# MKV airlift slam series rear bags?



## bradterrault (Sep 16, 2010)

Ive heard alot about airlift rear bags rubbing on the mkv. I was wondering if this is true, or if it is only due to improper installation? i have a mkv jetta if it matters. If they do rub is there anything i can do during install to prevent the rubbing?


----------



## Wobblenuts (Feb 5, 2007)

*FV-QR*

Don't do it


----------



## [email protected] (Aug 22, 2006)

This topic was just covered here :thumbup::beer:


----------



## Lawn_Mower (Jul 15, 2008)

If installed correctly they shouldn't rub, however there are easier setups, that will be less of a headache.


----------



## bryangb (Jun 16, 2010)

**** airlift rears. Dcups :beer::beer:


----------



## bradterrault (Sep 16, 2010)

bryangb said:


> **** airlift rears. Dcups :beer::beer:


Not sure if i understand, if i buy airlift rear bags and run d-cups i wont have rubbing issues?


----------



## Lawn_Mower (Jul 15, 2008)

bradterrault said:


> Not sure if i understand, if i buy airlift rear bags and run d-cups i wont have rubbing issues?


no. staying away from airlift rears is you best bet.


----------



## bradterrault (Sep 16, 2010)

Lawn_Mower said:


> no. staying away from airlift rears is you best bet.


What should i go with for rears then?
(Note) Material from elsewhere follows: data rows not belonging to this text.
"""Drift of each segment against its baseline, window by window, and the alerts it raises.

The pipeline hands every piece of rows it learns to an :class:`InputWatch` (one per
input). Rows are gathered into evaluation windows of ``drift.window_rows`` rows,
counted along the stream from the first row learned after warm-up, so the windows do
not depend on how the stream is cut into files. A window keeps additive sums only
(responsibility totals, their squares, first and second moments per segment, taken
from the M-step's own statistics (:mod:`shoal.core.piece_moments`), the log-density
sums and the unusual rows), so a window may span inputs; the sums travel in the
checkpoint's ``extra["drift"]``. Closed windows are evaluated together before the
state is committed or the baseline changes, in order, as if one at a time.

When ``drift.settle_rows`` rows have been learned after warm-up (rounded up to a
whole window) the model is taken as the baseline (:class:`shoal.core.drift.Baseline`)
together with the mean log-density of the last window. After that each window is
compared with it, per segment:

``mean_shift``     the window's responsibility-weighted mean, in baseline sds
                   (Mahalanobis distance under the baseline covariance);
``spread_ratio``   ``exp(|log|S_window| - log|S_ref|| / (2 D))``, the geometric mean of
                   the sd ratios either way (evaluated on its log);
``weight_change``  ``|share of the window's rows - baseline weight|``;
``feature_shift[f]`` one feature's window mean in baseline sds (only when bounded);
``fit_drop``       (whole model) baseline mean log-density per row minus the window's.

A segment whose share of the window is under a quarter of its baseline weight is
not measured for the shape statistics (mean, spread, feature): the rows it still takes
are mostly its neighbours' tails, and ``weight_change`` tells the story.

Each comes with its estimation noise at Kish's effective rows of the window and of
the baseline. The numbers are the core's, over arrays of all segments at once
(:mod:`shoal.core.window_statistics`, :mod:`shoal.core.drift_noise`);
:func:`shoal.core.drift.evaluate_bounds` turns them into raised and cleared events
(bound and noise, persistence, hysteresis). This module keeps the bookkeeping: the
window records and piece sums (:mod:`.window_sums`), the values keyed for the bounds
(:mod:`.window_values`), and the alert payloads (:mod:`.drift_alerts`).
"""
from __future__ import annotations

import functools
import logging

import numpy as np

from shoal.config import Settings
from shoal.core import Mixture
from shoal.core.distances import GaussianSet
from shoal.core.baseline import baseline_from_sums
from shoal.core.drift import Baseline, evaluate_bounds
from shoal.core.drift_noise import spread_variance
from shoal.core.piece_tallies import PieceTallies, piece_tallies
from shoal.core.window_statistics import WindowSums, stack_sums, window_statistics
from shoal.daemon.runtime.logs import log_event
from shoal.daemon.segments.drift_alerts import (PAYLOAD_SCHEMA_VERSION, STATISTIC_UNITS, alert_id,
                                                drift_event_alert, drift_summary)
from shoal.daemon.segments.missing_drift import window_shares
from shoal.daemon.segments.own_state import own_copy
from shoal.daemon.segments.window_sums import (
    add_piece_sums, add_row_sums, add_unusual, aligned_sums, baseline_missing_shares,
    empty_piece_sums, empty_window, log_times_left_out, merge_window_sums, time_kind,
    time_range, widen, window_copy)
from shoal.daemon.segments.window_values import (SEGMENT_STATISTICS, SHAPE_MIN_SHARE, quiet_windows,
                                                 settings_bounds, window_fit, window_values)

__all__ = ["DriftMonitor", "InputWatch", "alert_id", "STATISTIC_UNITS", "SEGMENT_STATISTICS",
           "PAYLOAD_SCHEMA_VERSION"]

STATE_FORMAT = 1
WAITING_WINDOWS = 64   # closed windows evaluated together, at most
# ----------------------------------------------------------------------------- monitor


class DriftMonitor:
    """The drift settings of a running service: it starts an :class:`InputWatch` for each
    input (none when drift is off), gives the bound of every (segment, statistic) pair
    from ``drift.bounds`` and the per-segment and per-feature overrides (spread_ratio on
    its log scale, as it is evaluated), and says whether feature shifts are wanted."""

    def __init__(self, settings: Settings):
        self.settings = settings
        self.drift = settings.drift
        self.features = list(settings.features)
        self._bounds: dict[frozenset, dict] = {}   # by the baseline's segment ids
        self._worked = None   # (baseline record, what worked_out gives)

    def begin(self, state: dict | None, *, version: int, file: str, times=None,
              unusual_below: float | None = None) -> "InputWatch | None":
        if not self.drift.enabled:
            return None
        return InputWatch(self, state, version=version, file=file, times=times,
                          unusual_below=unusual_below)

    # bounds from settings: statistic -> bound, (segment, statistic) -> bound (log scale for
    # spread_ratio)
    def bounds(self, segment_ids) -> dict:
        """The bound of every statistic (keys ``statistic``) and of every overridden
        (segment, statistic) pair of ``segment_ids`` (read-only; kept per id set)."""
        key = frozenset(segment_ids)
        if key not in self._bounds:
            self._bounds[key] = settings_bounds(self.drift, self.features, key)
        return self._bounds[key]

    def worked_out(self, doc: dict):
        """A baseline record as a :class:`Baseline`, its factorised Gaussians and the
        variance of its segments' log generalised variances, worked out once per record:
        records are replaced whole, never changed, and the inputs that follow share the
        committed one."""
        if self._worked is None or self._worked[0] is not doc:
            ref = Baseline.from_dict(doc)
            self._worked = (doc, ref, GaussianSet(ref.means, ref.covariances),
                            np.atleast_1d(spread_variance(ref.n_eff, ref.n_features,
                                                          ref.covariance)))
        return self._worked[1:]

    def wants_feature_shift(self) -> bool:
        return self.drift.bounds.feature_shift is not None or any(
            o.feature_shift is not None for o in self.drift.overrides)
The only companies i know of really are airlift, thats all ive used before, but that was for an s10, so its a bit different.


----------



## Seppdelaney (Apr 11, 2011)

If you stick to the performance brackets (as opposed to the slam brackets) for the rears, you shouldn't wis up with any issues as long as you install them correctly.


----------



## bryangb (Jun 16, 2010)

bradterrault said:


> What should i go with for rears then? The only companies i know of really are airlift, thats all ive used before, but that was for an s10, so its a bit different.


Slam Specialties SS5 bags with d-cups :beer::beer:


----------



## bradterrault (Sep 16, 2010)

bryangb said:


> Slam Specialties SS5 bags with d-cups :beer::beer:


:thumbup:Thank you sir. gotta peice together a kit now


----------